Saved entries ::
****************************************
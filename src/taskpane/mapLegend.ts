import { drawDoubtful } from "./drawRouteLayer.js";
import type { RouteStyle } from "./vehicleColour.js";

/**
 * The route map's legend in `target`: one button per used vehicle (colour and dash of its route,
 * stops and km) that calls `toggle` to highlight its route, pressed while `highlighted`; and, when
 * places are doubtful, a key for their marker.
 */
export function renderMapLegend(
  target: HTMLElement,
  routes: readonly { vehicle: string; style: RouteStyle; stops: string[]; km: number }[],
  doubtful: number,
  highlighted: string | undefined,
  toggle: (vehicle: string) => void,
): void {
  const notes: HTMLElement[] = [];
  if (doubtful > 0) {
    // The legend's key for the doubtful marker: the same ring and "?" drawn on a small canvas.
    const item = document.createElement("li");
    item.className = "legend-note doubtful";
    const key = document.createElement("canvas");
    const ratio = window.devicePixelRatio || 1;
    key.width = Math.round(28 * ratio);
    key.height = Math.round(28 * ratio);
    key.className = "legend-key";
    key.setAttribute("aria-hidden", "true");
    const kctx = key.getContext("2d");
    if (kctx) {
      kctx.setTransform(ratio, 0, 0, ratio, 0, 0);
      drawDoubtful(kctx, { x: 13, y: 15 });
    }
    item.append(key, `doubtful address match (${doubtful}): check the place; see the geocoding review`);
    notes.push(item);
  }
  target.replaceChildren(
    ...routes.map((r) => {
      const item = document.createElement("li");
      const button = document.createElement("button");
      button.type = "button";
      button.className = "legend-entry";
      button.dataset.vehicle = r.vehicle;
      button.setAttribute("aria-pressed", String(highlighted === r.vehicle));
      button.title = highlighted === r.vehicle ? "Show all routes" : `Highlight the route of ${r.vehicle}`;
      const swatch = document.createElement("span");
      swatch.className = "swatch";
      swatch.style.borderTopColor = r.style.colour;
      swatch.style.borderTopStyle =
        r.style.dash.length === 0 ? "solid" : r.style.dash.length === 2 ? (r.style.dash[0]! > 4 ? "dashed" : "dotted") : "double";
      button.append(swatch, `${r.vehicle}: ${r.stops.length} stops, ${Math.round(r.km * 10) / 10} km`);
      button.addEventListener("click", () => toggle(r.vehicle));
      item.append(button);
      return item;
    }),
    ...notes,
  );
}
****************************************
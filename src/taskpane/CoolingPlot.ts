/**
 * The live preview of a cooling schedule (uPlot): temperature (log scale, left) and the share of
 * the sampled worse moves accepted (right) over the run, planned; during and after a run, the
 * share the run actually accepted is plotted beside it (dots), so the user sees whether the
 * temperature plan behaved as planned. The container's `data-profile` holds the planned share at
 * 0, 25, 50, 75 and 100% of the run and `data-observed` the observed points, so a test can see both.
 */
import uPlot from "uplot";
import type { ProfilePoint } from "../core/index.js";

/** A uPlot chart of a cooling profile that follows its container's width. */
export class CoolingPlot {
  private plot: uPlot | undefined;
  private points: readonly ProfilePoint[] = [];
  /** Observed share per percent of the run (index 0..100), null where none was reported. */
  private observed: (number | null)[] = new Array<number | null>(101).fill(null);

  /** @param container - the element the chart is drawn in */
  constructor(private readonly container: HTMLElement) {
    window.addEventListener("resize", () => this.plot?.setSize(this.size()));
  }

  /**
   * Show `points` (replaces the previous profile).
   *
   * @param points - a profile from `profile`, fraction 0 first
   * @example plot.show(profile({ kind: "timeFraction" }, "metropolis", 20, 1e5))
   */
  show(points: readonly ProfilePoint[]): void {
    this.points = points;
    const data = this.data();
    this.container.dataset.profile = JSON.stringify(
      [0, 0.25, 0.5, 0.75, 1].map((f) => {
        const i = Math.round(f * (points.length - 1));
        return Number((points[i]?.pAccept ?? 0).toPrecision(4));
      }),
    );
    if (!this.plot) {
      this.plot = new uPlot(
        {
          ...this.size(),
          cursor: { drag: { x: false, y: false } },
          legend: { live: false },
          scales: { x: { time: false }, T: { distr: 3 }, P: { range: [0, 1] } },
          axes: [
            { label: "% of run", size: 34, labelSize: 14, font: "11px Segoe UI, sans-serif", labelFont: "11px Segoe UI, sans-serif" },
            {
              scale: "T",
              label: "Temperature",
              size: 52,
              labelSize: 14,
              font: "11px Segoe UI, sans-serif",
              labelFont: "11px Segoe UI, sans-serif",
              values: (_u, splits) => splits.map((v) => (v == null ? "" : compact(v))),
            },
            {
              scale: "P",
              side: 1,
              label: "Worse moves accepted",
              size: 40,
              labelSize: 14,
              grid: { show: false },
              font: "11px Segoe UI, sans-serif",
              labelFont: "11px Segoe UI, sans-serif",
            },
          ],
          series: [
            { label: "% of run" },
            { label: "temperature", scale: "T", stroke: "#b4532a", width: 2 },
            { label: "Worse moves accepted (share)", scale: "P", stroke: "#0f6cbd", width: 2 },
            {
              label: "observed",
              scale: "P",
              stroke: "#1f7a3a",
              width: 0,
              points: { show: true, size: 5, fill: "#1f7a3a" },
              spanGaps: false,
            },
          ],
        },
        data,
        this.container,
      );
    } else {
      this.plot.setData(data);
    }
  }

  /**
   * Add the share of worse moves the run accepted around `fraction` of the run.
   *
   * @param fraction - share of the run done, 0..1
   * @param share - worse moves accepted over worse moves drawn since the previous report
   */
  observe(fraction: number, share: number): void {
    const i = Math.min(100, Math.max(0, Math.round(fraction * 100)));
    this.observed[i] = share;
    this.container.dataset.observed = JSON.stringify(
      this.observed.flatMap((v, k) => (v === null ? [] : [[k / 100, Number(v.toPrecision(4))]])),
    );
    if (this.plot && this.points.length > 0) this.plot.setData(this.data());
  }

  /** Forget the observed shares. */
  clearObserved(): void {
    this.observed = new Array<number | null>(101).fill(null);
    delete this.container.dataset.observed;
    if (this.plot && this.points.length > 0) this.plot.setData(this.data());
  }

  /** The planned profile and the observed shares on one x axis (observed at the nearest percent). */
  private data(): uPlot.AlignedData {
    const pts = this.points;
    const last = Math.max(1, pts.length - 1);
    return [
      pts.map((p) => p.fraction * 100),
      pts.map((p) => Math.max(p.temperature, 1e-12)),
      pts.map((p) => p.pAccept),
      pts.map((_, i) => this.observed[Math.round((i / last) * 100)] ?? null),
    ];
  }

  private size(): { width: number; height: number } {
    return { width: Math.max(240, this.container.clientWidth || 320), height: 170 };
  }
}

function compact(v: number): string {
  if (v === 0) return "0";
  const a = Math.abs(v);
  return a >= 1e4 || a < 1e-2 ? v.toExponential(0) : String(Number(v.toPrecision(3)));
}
****************************************
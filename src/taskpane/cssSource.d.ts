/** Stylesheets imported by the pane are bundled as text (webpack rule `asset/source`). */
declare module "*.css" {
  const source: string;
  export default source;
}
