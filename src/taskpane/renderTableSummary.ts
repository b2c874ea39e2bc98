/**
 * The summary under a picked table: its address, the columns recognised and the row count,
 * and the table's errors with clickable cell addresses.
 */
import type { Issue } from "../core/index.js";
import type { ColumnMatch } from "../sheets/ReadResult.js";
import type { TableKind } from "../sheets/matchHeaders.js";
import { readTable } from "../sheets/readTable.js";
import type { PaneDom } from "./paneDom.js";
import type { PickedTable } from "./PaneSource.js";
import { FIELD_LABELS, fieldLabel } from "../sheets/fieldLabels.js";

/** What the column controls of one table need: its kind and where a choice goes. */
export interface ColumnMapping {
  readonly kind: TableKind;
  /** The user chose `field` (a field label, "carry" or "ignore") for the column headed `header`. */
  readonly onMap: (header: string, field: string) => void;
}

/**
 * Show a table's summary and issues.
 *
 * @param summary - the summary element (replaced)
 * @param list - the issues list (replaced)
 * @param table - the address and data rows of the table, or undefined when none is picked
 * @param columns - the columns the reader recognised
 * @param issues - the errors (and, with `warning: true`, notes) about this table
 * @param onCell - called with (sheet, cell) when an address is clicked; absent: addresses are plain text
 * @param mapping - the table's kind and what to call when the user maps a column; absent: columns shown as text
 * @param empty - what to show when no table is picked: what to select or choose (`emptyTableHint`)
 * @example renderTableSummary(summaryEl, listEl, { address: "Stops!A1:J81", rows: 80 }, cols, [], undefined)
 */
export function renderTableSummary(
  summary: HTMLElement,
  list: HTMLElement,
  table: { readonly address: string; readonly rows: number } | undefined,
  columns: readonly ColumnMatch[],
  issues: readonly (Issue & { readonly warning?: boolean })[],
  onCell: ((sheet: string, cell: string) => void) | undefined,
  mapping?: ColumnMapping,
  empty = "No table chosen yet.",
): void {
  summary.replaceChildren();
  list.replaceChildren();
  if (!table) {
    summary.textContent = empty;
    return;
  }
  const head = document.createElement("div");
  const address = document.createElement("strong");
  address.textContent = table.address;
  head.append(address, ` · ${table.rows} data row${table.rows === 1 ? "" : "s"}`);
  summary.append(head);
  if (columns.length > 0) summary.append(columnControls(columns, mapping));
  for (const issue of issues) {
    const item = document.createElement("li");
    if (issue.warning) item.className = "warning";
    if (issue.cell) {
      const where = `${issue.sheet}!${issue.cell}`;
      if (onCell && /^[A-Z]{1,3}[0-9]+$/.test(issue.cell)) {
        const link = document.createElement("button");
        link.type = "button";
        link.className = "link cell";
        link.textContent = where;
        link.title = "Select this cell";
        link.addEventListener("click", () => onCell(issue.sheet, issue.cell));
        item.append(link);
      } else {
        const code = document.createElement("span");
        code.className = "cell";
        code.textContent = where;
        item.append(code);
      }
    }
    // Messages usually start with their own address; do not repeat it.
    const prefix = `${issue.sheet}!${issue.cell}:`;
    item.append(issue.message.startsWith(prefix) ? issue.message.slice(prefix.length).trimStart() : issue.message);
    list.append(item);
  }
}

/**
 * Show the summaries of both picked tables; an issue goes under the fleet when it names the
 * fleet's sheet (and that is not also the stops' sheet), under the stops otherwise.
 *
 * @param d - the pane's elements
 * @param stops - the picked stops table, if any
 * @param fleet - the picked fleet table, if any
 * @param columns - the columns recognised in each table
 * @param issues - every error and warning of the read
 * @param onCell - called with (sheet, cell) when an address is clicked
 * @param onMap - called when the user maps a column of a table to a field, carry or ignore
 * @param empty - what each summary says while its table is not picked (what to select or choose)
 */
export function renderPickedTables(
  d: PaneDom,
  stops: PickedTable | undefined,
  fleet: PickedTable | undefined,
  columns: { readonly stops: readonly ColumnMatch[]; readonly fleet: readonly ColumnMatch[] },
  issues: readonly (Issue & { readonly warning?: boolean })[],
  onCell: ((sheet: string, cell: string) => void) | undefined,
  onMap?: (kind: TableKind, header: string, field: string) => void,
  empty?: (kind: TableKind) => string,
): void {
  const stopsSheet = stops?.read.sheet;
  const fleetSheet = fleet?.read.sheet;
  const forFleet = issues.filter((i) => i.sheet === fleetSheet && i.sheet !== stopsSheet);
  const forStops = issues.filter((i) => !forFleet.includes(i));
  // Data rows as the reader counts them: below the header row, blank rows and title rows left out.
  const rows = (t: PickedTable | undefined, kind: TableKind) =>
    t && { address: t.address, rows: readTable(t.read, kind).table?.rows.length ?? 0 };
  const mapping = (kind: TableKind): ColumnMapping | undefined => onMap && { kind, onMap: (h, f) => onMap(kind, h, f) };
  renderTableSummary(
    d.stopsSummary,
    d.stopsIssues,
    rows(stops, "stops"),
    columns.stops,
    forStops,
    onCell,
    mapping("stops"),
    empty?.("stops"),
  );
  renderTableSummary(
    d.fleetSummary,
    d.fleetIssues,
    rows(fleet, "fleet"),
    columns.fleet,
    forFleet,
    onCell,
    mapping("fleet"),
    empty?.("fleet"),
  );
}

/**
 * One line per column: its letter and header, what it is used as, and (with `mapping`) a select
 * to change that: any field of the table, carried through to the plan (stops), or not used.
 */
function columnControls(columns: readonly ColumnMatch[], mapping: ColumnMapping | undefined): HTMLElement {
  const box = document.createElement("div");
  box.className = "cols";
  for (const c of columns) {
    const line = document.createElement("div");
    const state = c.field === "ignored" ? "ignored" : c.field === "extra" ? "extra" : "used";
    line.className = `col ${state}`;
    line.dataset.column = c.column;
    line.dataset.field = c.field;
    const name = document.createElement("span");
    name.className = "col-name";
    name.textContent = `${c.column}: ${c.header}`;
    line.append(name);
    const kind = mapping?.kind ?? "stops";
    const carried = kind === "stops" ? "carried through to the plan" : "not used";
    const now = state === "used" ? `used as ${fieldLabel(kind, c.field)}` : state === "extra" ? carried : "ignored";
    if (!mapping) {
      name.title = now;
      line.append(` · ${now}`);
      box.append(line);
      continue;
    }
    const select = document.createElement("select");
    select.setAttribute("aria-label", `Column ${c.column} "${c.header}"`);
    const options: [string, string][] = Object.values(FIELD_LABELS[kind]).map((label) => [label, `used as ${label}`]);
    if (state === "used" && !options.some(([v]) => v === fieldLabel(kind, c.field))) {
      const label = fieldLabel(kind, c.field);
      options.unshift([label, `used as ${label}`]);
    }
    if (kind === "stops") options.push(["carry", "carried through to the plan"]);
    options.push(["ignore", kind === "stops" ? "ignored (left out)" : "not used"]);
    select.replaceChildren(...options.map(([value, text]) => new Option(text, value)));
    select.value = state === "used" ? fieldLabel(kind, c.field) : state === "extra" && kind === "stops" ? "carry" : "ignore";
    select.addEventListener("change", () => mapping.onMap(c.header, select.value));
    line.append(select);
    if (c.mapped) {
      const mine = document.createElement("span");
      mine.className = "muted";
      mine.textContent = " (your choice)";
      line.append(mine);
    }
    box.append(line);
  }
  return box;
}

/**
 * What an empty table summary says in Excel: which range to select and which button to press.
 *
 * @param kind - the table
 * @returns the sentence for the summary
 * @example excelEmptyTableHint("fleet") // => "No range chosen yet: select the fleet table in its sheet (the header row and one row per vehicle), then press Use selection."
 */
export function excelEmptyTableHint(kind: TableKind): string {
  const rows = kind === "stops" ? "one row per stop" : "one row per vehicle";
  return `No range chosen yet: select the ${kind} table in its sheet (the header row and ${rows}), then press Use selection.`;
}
****************************************
INSTRUCTIONS FOR THE TASK ::
Wherever the word "used" appears in the data, return the whole line.

RESPONSE FOR THIS EXERCISE ::
 * The route map's legend in `target`: one button per used vehicle (colour and dash of its route,
 * One line per column: its letter and header, what it is used as, and (with `mapping`) a select
 * to change that: any field of the table, carried through to the plan (stops), or not used.
    const state = c.field === "ignored" ? "ignored" : c.field === "extra" ? "extra" : "used";
    const carried = kind === "stops" ? "carried through to the plan" : "not used";
    const now = state === "used" ? `used as ${fieldLabel(kind, c.field)}` : state === "extra" ? carried : "ignored";
    const options: [string, string][] = Object.values(FIELD_LABELS[kind]).map((label) => [label, `used as ${label}`]);
    if (state === "used" && !options.some(([v]) => v === fieldLabel(kind, c.field))) {
      options.unshift([label, `used as ${label}`]);
    options.push(["ignore", kind === "stops" ? "ignored (left out)" : "not used"]);
    select.value = state === "used" ? fieldLabel(kind, c.field) : state === "extra" && kind === "stops" ? "carry" : "ignore";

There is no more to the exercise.